Stored data entries:
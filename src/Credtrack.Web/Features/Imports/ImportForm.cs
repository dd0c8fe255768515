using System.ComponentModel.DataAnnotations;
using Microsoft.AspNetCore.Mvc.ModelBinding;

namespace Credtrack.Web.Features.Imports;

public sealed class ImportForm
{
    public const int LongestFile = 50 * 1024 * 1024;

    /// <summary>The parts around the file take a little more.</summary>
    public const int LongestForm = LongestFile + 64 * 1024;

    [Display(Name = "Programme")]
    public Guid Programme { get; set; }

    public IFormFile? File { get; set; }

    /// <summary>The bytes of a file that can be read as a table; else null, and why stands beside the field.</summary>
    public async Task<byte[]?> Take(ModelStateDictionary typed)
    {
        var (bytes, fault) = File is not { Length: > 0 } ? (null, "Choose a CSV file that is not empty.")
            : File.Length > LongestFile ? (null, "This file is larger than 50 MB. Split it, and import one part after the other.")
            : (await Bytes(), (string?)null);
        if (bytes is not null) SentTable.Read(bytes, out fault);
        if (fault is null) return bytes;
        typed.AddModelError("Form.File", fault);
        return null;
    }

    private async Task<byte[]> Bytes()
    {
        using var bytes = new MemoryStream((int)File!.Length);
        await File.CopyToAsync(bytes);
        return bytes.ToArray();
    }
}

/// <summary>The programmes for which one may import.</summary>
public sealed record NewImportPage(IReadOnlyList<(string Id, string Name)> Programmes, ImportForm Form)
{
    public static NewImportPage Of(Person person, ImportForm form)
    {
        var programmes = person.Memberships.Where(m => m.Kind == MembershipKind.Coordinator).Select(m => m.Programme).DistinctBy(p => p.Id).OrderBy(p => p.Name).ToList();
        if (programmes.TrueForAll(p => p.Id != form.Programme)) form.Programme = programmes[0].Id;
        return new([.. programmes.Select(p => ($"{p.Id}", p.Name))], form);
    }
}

■ Goal of the exercise
Each of the records should be retyped exactly.

■ Response area
filename src/Credtrack.Web/Features/Imports/ImportForm.cs
repository dd0c8fe255768515
using System.ComponentModel.DataAnnotations;
using Microsoft.AspNetCore.Mvc.ModelBinding;

namespace Credtrack.Web.Features.Imports;

public sealed class ImportForm
{
    public const int LongestFile = 50 * 1024 * 1024;

    /// <summary>The parts around the file take a little more.</summary>
    public const int LongestForm = LongestFile + 64 * 1024;

    [Display(Name = "Programme")]
    public Guid Programme { get; set; }

    public IFormFile? File { get; set; }

    /// <summary>The bytes of a file that can be read as a table; else null, and why stands beside the field.</summary>
    public async Task<byte[]?> Take(ModelStateDictionary typed)
    {
        var (bytes, fault) = File is not { Length: > 0 } ? (null, "Choose a CSV file that is not empty.")
            : File.Length > LongestFile ? (null, "This file is larger than 50 MB. Split it, and import one part after the other.")
            : (await Bytes(), (string?)null);
        if (bytes is not null) SentTable.Read(bytes, out fault);
        if (fault is null) return bytes;
        typed.AddModelError("Form.File", fault);
        return null;
    }

    private async Task<byte[]> Bytes()
    {
        using var bytes = new MemoryStream((int)File!.Length);
        await File.CopyToAsync(bytes);
        return bytes.ToArray();
    }
}

/// <summary>The programmes for which one may import.</summary>
public sealed record NewImportPage(IReadOnlyList<(string Id, string Name)> Programmes, ImportForm Form)
{
    public static NewImportPage Of(Person person, ImportForm form)
    {
        var programmes = person.Memberships.Where(m => m.Kind == MembershipKind.Coordinator).Select(m => m.Programme).DistinctBy(p => p.Id).OrderBy(p => p.Name).ToList();
        if (programmes.TrueForAll(p => p.Id != form.Programme)) form.Programme = programmes[0].Id;
        return new([.. programmes.Select(p => ($"{p.Id}", p.Name))], form);
    }
}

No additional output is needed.